Dat was de interne reden voor de val van Balkenende. Extern was de val van zijn laatste kabinet voor de verandering eens niet alleen maar de schuld van de coalitiepartner(s), zoals dat voorheen met achtereenvolgens de LPF en D66 wel het geval was geweest volgens de publieke opinie. Nu droeg ook de PvdA weliswaar een deel van de schuld door uit electoraal oogpunt de coalitie pootje te lichten met Uruzgan als legitimatie, maar de kiezer had het gedoe rond het onderzoek van de commissie-Davids naar de Irak-besluitvorming nog vers in het geheugen. De samenwerking tussen CDA en PvdA was bovendien een wassen neus gebleken. Balkenende regeerde alsof hij nog steeds met de VVD samenwerkte. De conclusie van Boom is dan ook dat Balkenende niet de juiste minister-president was voor een kabinet met de christendemocraten en de sociaaldemocraten.
Pijnlijk is ook dat zowel Balkenende zelf als een groot deel van de CDA'ers liever had gezien dat Camiel Eurlings het stokje had overgenomen na de val van Balkenende III. Die inmiddels bekende onthulling is de verdienste van Boom. Zijn heldere, met veel vaart geschreven boek is een absolute aanrader.
Conclusie
De drie besproken boeken belichten uiteenlopende aspecten en periodes van Jan Peter Balkenende, maar over één ding zijn de auteurs het roerend eens: op de cruciale momenten was Balkenende (te) afwezig, toonde hij niet het leiderschap dat zijn functie vereist, miste hij het charismatische vermogen om boven de partijen uit te stijgen en de neuzen dezelfde kant uit te krijgen of een moeilijke knoop door te hakken. Balkenende was een harde werker, in de beste calvinistische traditie, een intellectueel met welomlijnde ideeën over staatsinrichting en -hervorming, maar van de leider van het land mag iets meer verwacht worden.
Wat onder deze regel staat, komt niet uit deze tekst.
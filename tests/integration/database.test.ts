import { QueryTypes } from 'sequelize'
import { afterAll, describe, expect, it } from 'vitest'
import { migrateUp } from '../../server/db/migrator'
import { Organisation, User } from '../../server/db/models'
import { seedDemo } from '../../server/db/seed'
import { closeTestDatabase, testDatabase } from '../support/database'
import { DEMO } from '../support/server'

afterAll(closeTestDatabase)

describe('migrations and the demo seed', () => {
  it('has applied every migration, and applying again does nothing', async () => {
    const sequelize = testDatabase()
    const rows = await sequelize.query<{ name: string }>('SELECT name FROM schema_migrations ORDER BY name', { type: QueryTypes.SELECT })
    expect(rows.map(r => r.name)).toContain('0001-foundation')
    expect(await migrateUp(sequelize)).toEqual([])
  })

  it('seeded one organisation with one user per role, and seeding again adds nothing', async () => {
    const sequelize = testDatabase()
    const before = { organisations: await Organisation.count(), users: await User.count() }
    // Other tests add organisations of their own; the demo one exists exactly once.
    expect(await Organisation.count({ where: { slug: DEMO.organisation.slug } })).toBe(1)
    const mustNotHash = async (): Promise<string> => {
      throw new Error('the seed must be skipped before any password is hashed')
    }
    expect(await seedDemo(sequelize, mustNotHash)).toBe(false)
    expect({ organisations: await Organisation.count(), users: await User.count() }).toEqual(before)
    const demo = await Organisation.findOne({ where: { slug: DEMO.organisation.slug } })
    const roles = (await User.findAll({ where: { email: DEMO.users.map(u => u.email), organisationId: demo!.id } })).map(u => u.role).sort()
    expect(roles).toEqual(['admin', 'coordinator', 'enumerator', 'funder'])
  })

  it('stores passwords as scrypt hashes, never as text', async () => {
    const user = await User.findOne({ where: { email: DEMO.users[0]!.email } })
    expect(user?.passwordHash).toMatch(/^\$scrypt\$/)
    expect(user?.passwordHash).not.toContain(DEMO.password)
  })

  it('refuses a second user with the same e-mail in the same organisation', async () => {
    const organisation = await Organisation.findOne({ where: { slug: DEMO.organisation.slug } })
    await expect(User.create({
      organisationId: organisation!.id,
      email: DEMO.users[0]!.email,
      name: 'Duplicate',
      role: 'funder',
      passwordHash: null,
      lastSignInAt: null
    })).rejects.toThrow(/Validation error|Duplicate/)
  })
})
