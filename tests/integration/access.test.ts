import { afterAll, beforeAll, describe, expect, it } from 'vitest'
import { User } from '../../server/db/models'
import { closeTestDatabase, testDatabase } from '../support/database'
import { type Client, DEMO, demoUser, freshClient } from '../support/server'

// Every protected route, and which roles it opens to. Adding a route means adding it here. A route that
// needs a body answers `allowed` (400) to a permitted role that sends none: the role check comes first.
const ROUTES: Array<{ method: 'GET' | 'POST' | 'PUT' | 'PATCH', path: string, roles: string[], allowed?: number }> = [
  { method: 'GET', path: '/api/me', roles: ['admin', 'coordinator', 'enumerator', 'funder'] },
  { method: 'POST', path: '/api/me/password', roles: ['admin', 'coordinator', 'enumerator', 'funder'], allowed: 400 },
  { method: 'GET', path: '/api/people', roles: ['admin'] },
  { method: 'POST', path: '/api/people/invitations', roles: ['admin'], allowed: 400 },
  { method: 'PATCH', path: '/api/people/1', roles: ['admin'], allowed: 400 },
  { method: 'GET', path: '/api/audit', roles: ['admin'] },
  { method: 'GET', path: '/api/settings', roles: ['admin'] },
  { method: 'PUT', path: '/api/settings', roles: ['admin'], allowed: 400 },
  { method: 'GET', path: '/api/outbox', roles: ['admin'] }
]

// Public routes answer without a session (here 400 to an empty body), never 401.
const PUBLIC: Array<{ method: 'POST', path: string }> = [
  { method: 'POST', path: '/api/auth/link' },
  { method: 'POST', path: '/api/auth/password' },
  { method: 'POST', path: '/api/auth/forgot' }
]

const clients = new Map<string, Client>()

beforeAll(async () => {
  testDatabase()
  for (const user of DEMO.users) {
    const client = freshClient()
    await client.signIn(user.email)
    clients.set(user.role, client)
  }
})
afterAll(closeTestDatabase)

describe('every route checks the role on the server', () => {
  for (const route of ROUTES) {
    it(`${route.method} ${route.path} without a session answers 401`, async () => {
      const answer = await freshClient().request(route.method, route.path)
      expect(answer.status).toBe(401)
      expect(answer.body).toMatchObject({ message: 'Sign in to continue.' })
    })
    for (const user of DEMO.users) {
      const allowed = route.roles.includes(user.role)
      const expected = allowed ? route.allowed ?? 200 : 403
      it(`${route.method} ${route.path} as ${user.role} answers ${expected}`, async () => {
        const answer = await clients.get(user.role)!.request(route.method, route.path)
        expect(answer.status).toBe(expected)
        if (!allowed) expect(answer.body.message).toBe('Your role does not allow this.')
      })
    }
  }

  for (const route of PUBLIC) {
    it(`${route.method} ${route.path} is public: 400 to an empty body, not 401`, async () => {
      const answer = await freshClient().request(route.method, route.path, {})
      expect(answer.status).toBe(400)
    })
  }

  it('answers 401 to an unknown /api path without a session (deny by default) and 404 with one', async () => {
    expect((await freshClient().get('/api/no-such-thing')).status).toBe(401)
    expect((await clients.get('admin')!.get('/api/no-such-thing')).status).toBe(404)
  })

  it('ignores a forged cookie', async () => {
    const client = freshClient()
    const answer = await client.request('GET', '/api/me', undefined)
    expect(answer.status).toBe(401)
    const forged = await fetch(`${process.env.FURROWCAST_TEST_URL}/api/me`, { headers: { cookie: 'nuxt-session=Fe26.2**forged**value' } })
    expect(forged.status).toBe(401)
  })

  it('follows a role change made in the database at the next request', async () => {
    const email = demoUser('coordinator').email
    const client = freshClient()
    await client.signIn(email)
    expect((await client.get('/api/people')).status).toBe(403)
    await User.update({ role: 'admin' }, { where: { email } })
    try {
      expect((await client.get('/api/people')).status).toBe(200)
    }
    finally {
      await User.update({ role: 'coordinator' }, { where: { email } })
    }
    expect((await client.get('/api/people')).status).toBe(403)
  })
})

describe('listing routes validate their query', () => {
  it.each([
    ['page=abc'],
    ['page=0'],
    ['pageSize=1000'],
    ['role=wizard'],
    ['status=maybe']
  ])('GET /api/people?%s answers 400 with a message', async (query) => {
    const answer = await clients.get('admin')!.get(`/api/people?${query}`)
    expect(answer.status).toBe(400)
    expect(answer.body.message).toMatch(/\w+: /)
  })

  it('filters people by role and search, paginated on the server', async () => {
    const admin = clients.get('admin')!
    // Other tests invite people at @team-test.example; the demo organisation's own people are at its domain.
    const byRole = await admin.get<{ items: Array<{ role: string }>, total: number }>('/api/people?role=enumerator&search=kestrel-valley.example')
    expect(byRole.status).toBe(200)
    expect(byRole.body.total).toBe(1)
    expect(byRole.body.items[0]!.role).toBe('enumerator')
    const bySearch = await admin.get<{ items: Array<{ email: string }> }>(`/api/people?search=${encodeURIComponent('Ndlela')}`)
    expect(bySearch.body.items.map(p => p.email)).toEqual([demoUser('coordinator').email])
    const paged = await admin.get<{ items: unknown[], total: number, pageSize: number }>('/api/people?pageSize=5&page=2')
    expect(paged.body.items).toHaveLength(Math.min(5, Math.max(0, paged.body.total - 5)))
  })

  it('shows the audit log to admins, newest first and filtered by action', async () => {
    const answer = await clients.get('admin')!.get<{ items: Array<{ id: number, action: string }> }>('/api/audit?action=signin')
    expect(answer.status).toBe(200)
    expect(answer.body.items.length).toBeGreaterThan(0)
    expect(answer.body.items.every(e => e.action.startsWith('signin'))).toBe(true)
    const ids = answer.body.items.map(e => e.id)
    expect([...ids].sort((a, b) => b - a)).toEqual(ids)
  })
})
Ik was 16 toen Balkenende premier werd, ik was 24 toen hij afscheid nam. Mijn jaren van politieke bewustwording en oriëntatie zijn dus voor een belangrijk deel bepaald door Balkenende. Gedurende die jaren heeft zich één overtuiging rotsvast in mij verankerd: dat Balkenende altijd te goeder trouw was. Hoeveel fouten hij ook maakte, hoe stuntelig hij ook overkwam, ik had nooit het gevoel met een volksverlakker, met een non-valeur van doen te hebben. In De geroepene staat een illustratief citaat van Ferd Crone (PvdA) over de mislukte onderhandelingen van 2003 tussen CDA en PvdA: '[Balkenende] had het er zichtbaar moeilijk mee. Zijn stem brak, zijn ogen werden vochtig. Het was duidelijk wie de hardliners waren: Verhagen en Wijn. Ze zaten die avond ontzettend stoer te doen - als corpsballen die er lol in hadden dat wij door de mangel werden gehaald. Maxime en Joop zien de politiek als één groot spel. Zo zit Jan Peter niet in elkaar.'
Een belangrijk bezwaar tegen Balkenende is niet eens zozeer zijn gebrek aan charisma, maar zijn economische ideeënontwikkeling. In De geroepene is mooi de geleidelijke overgang aan te wijzen. Bij het WI was Balkenende voortdurend op zoek naar een duurzaam evenwicht tussen staatsbemoeienis en vrije markteconomie, maar onder invloed van de VVD werd hij meer en meer een omarmer van de privatiseringspolitiek.
Balkenende miste de typisch katholieke elasticiteit waarover bijvoorbeeld een Lubbers wel beschikte. Het katholieke element van de christendemocratie - balans vinden tussen vrijheid en gelijkheid vanuit het oogpunt van broederschap en gemeenschapszin - is onder Balkenende ondergesneeuwd geraakt. Samenwerkingen tussen CDA en PvdA zijn feitelijk altijd problematisch geweest (Van Agt II, Lubbers III) en Balkendende IV is daar de trieste bevestiging van. Blijkbaar neigt het CDA altijd weer naar de VVD, de opmerking van Jan Schinkelshoek dat het CDA uiteindelijk altijd bewust én onbewust het midden opzoekt ten spijt.